Emphysemlunge Mesenchymale Stromazellen konnten Lungenfunktion bessern
Die Zerstörung der alveolären Strukturen geht bei der COPD mit fehlregulierten Reparaturprozessen einher, erläuterte Professor Dr. Pieter Hiemstra, Universität Leiden. Je nach Krankheitsstadium sind unterschiedliche Ansätze denkbar, um dem entgegenzuwirken. In frühen Stadien kann es ausreichen, durch Anstoßen entsprechender Signalkaskaden eine endogene Heilung in Gang zu setzen, in späteren dürften Zelltherapien wirksamer sein. Als Ultima Ratio kommt die Transplantation von per Ex-vivo-Engineering erzeugten Organen oder Organgerüsten infrage, „the lung from the lab“, wie es Prof. Hiemstra formulierte.
MSC aus dem Knochenmark isolieren
Mesenchymale Stromazellen (MSC) gelten aufgrund ihrer multipotenten Differenzierungsmöglichkeiten als Kandidaten für die Zelltherapie. Sie kommen in vielen Organen vor, auch in der Lunge. Sie lassen sich für die Zelltherapie z.B. aus dem Knochenmark isolieren, anhand von Oberflächenmerkmalen unterscheiden, in vitro vermehren und zu verschiedenen Zelltypen ausdifferenzieren.

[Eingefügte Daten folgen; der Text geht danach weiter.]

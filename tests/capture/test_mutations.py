"""Spoilt files: bytes flipped, cut, shuffled, joined. Each ends as a capture or in one CaptureError, in time."""

from __future__ import annotations

import random
import time
import warnings
from collections.abc import Callable
from pathlib import Path

import numpy as np
import pytest

from benchfit.capture import Capture, read
from benchfit.errors import CaptureError
from tools.csv_families import FAMILIES, Style, is_possible, make, relaxation, styles

LONGEST = 10.0


def _flip(data: bytes, rng: random.Random, other: bytes) -> bytes:
    spoilt = bytearray(data)
    for _ in range(rng.choice((1, 1, 2, 5, 20, 200))):
        spoilt[rng.randrange(len(spoilt))] = rng.choice((rng.randrange(256), *b',;\t .-+eE0\n\r"#(\0'))
    return bytes(spoilt)


def _cut(data: bytes, rng: random.Random, other: bytes) -> bytes:
    a, b = sorted((rng.randrange(len(data) + 1), rng.randrange(len(data) + 1)))
    return rng.choice((data[:a], data[a:], data[a:b], data[:a] + data[b:]))


def _shuffle(data: bytes, rng: random.Random, other: bytes) -> bytes:
    lines = data.splitlines(keepends=True)
    a, b = sorted((rng.randrange(len(lines) + 1), rng.randrange(len(lines) + 1)))
    part = lines[a:b]
    rng.shuffle(part)
    return b"".join(lines[:a] + part + lines[b:])


def _join(data: bytes, rng: random.Random, other: bytes) -> bytes:
    place = rng.randrange(len(data) + 1)
    return rng.choice(
        (
            data + other,
            data + data,
            data[:place] + other,
            data[:place] + other + data[place:],
            other + b"\n" + data,
        )
    )


def _cells(data: bytes, rng: random.Random, other: bytes) -> bytes:
    words = (
        b"",
        b"OL",
        b"nan",
        b"inf",
        b"1e400",
        b"-1e-400",
        b"9.91e37",
        b"0x1F",
        b"1e308",
        b"\xff",
        b"a" * 300,
        b"999999999999999999999",
    )
    lines = data.split(b"\n")
    for _ in range(rng.choice((1, 3, 30))):
        place = rng.randrange(len(lines))
        cells = lines[place].split(b",")
        cells[rng.randrange(len(cells))] = rng.choice(words)
        lines[place] = b",".join(cells)
    return b"\n".join(lines)


def _columns(data: bytes, rng: random.Random, other: bytes) -> bytes:
    lines = data.split(b"\n")
    first = rng.randrange(len(lines) + 1)
    change = rng.choice(
        (
            lambda cells: cells[1:],
            lambda cells: cells[::-1],
            lambda cells: cells * 2,
            lambda cells: [*cells, b""],
        )
    )
    return b"\n".join(lines[:first] + [b",".join(change(line.split(b","))) for line in lines[first:]])


MUTATIONS: tuple[Callable[[bytes, random.Random, bytes], bytes], ...] = (
    _flip,
    _cut,
    _shuffle,
    _join,
    _cells,
    _columns,
)


def _originals() -> list[bytes]:
    every = [(family, style) for family in FAMILIES for style in styles() if is_possible(family, style)]
    chosen = random.Random(5).sample(every, 160) + [(family, Style()) for family in FAMILIES]
    return [
        make(family, relaxation(40 + k % 30, 1 + k % 3, k), style).data
        for k, (family, style) in enumerate(chosen)
    ]


def _try(path: Path, data: bytes, rng: random.Random) -> Capture | CaptureError:
    path.write_bytes(data)
    options = rng.choice(
        (
            {},
            {},
            {"interval": 1e-6},
            {"frame": 2},
            {"columns": {"time": 0, "CH1": 1}},
            {"columns": {"increment": 0, "CH1": 1}},
        )
    )
    try:
        return read(path, **options)
    except CaptureError as error:
        return error


def _check(capture: Capture) -> None:
    assert capture.interval > 0
    assert np.isfinite(capture.start)
    assert capture.samples >= 2
    for channel in capture.channels:
        assert channel.values.shape == (capture.samples,)
        assert channel.values.dtype == np.float64
        assert not np.isinf(channel.values).any()
        assert channel.overloaded is None or channel.overloaded.shape == (capture.samples,)
        assert np.isfinite(channel.resolution)


def _run(count: int, seed: int, folder: Path) -> tuple[int, int]:
    rng = random.Random(seed)
    originals = _originals()
    read_well = refused = 0
    for k in range(count):
        data = rng.choice(originals)
        for _ in range(rng.choice((1, 1, 2, 3))):
            data = rng.choice(MUTATIONS)(data, rng, rng.choice(originals)) or b" "
        began = time.monotonic()
        try:
            with warnings.catch_warnings():
                warnings.simplefilter("error")
                result = _try(folder / "spoilt.csv", data, rng)
        except Exception as error:  # what the test is for: nothing but CaptureError may come
            pytest.fail(f"file {k} of seed {seed}: {error!r} from {data[:400]!r}")
        assert time.monotonic() - began < LONGEST, f"file {k} of seed {seed} took too long"
        if isinstance(result, Capture):
            _check(result)
            read_well += 1
        else:
            assert "\n" not in result.says
            refused += 1
    return read_well, refused


def test_some_hundred_spoilt_files(tmp_path: Path) -> None:
    read_well, refused = _run(400, 1, tmp_path)
    assert read_well > 80
    assert refused > 40


@pytest.mark.long
@pytest.mark.timeout(3600)
def test_twenty_thousand_spoilt_files(tmp_path: Path) -> None:
    read_well, refused = _run(20_000, 2, tmp_path)
    assert read_well + refused == 20_000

Wenn man MSC systemisch appliziert, wandern sie zu Geweben, in denen Entzündung stattfindet. Sie modulieren Immunantworten und stimulieren endogene Reparaturprozesse sowohl durch lösliche Mediatoren als auch durch direkten Zell-Zell-Kontakt. Beim Emphysem verstärken sie die Reparaturvorgänge, wandeln sich aber nicht selbst z.B. in Epithelzellen um, um neue Strukturen zu bilden, berichtete Prof. Hiemstra. Der Wirkmechanismus scheint anders zu laufen – wie genau, ist noch nicht geklärt.
Nach vielversprechenden Tierversuchen, in denen die alveoläre Reparatur durch von MSC sezernierte Faktoren verstärkt wurde, gibt es inzwischen auch Studien am Menschen mit positiven Resultaten. Die größte Studie hatte zwar nur 62 Teilnehmer, sie konnte aber zeigen, dass die Gabe von MSC wichtige klinische Endpunkte wie Lungenfunktion und körperliche Belastbarkeit verbesserte.
Prof. Hiemstra berichtete über eine Untersuchung aus dem eigenen Haus an acht Patienten mit schwerem Emphysem, bei denen eine zweizeitige Lungenvolumenreduktion anstand. Zwischen den Operationen, bei denen die Chirurgen jeweils die Bullae auf einer Seite entfernten, bekamen die Patienten ein bis zwei Millionen autologer Knochenmark-MSC intravenös infundiert. Im zweiten Resektat konnten die Wissenschaftler also nachschauen, wie sich die Zellen entwickelt und was sie bewirkt hatten. CD31-positive Zellen (Endothelzellen) hatten sich im Vergleich zur prätherapeutischen Situation deutlich vermehrt. Klinisch imponierten eine bessere Lungenfunktion und eine Gewichtszunahme, wobei sich aber nicht mit Sicherheit sagen lässt, dass dies auf die Zelltherapie zurückzuführen war und nicht auf den Eingriff. Es gab keine Kontrollgruppe, räumte Prof. Hiemstra ein.
Derzeit läuft in Leiden eine placebokontrollierte Studie mit ähnlichem Design, aber allogenen MSC. Prof. Hiemstra denkt derweil schon über Möglichkeiten nach, die Effektivität der MSC-Behandlung zu steigern, z. B. durch Präkonditionierung der Zellen, Identifizierung besonders geeigneter Subpopulationen von Zellen oder Nutzung des MSC-Sekretoms, etwa um endogene Reparaturprozesse in frühen Krankheitsstadien anzustoßen.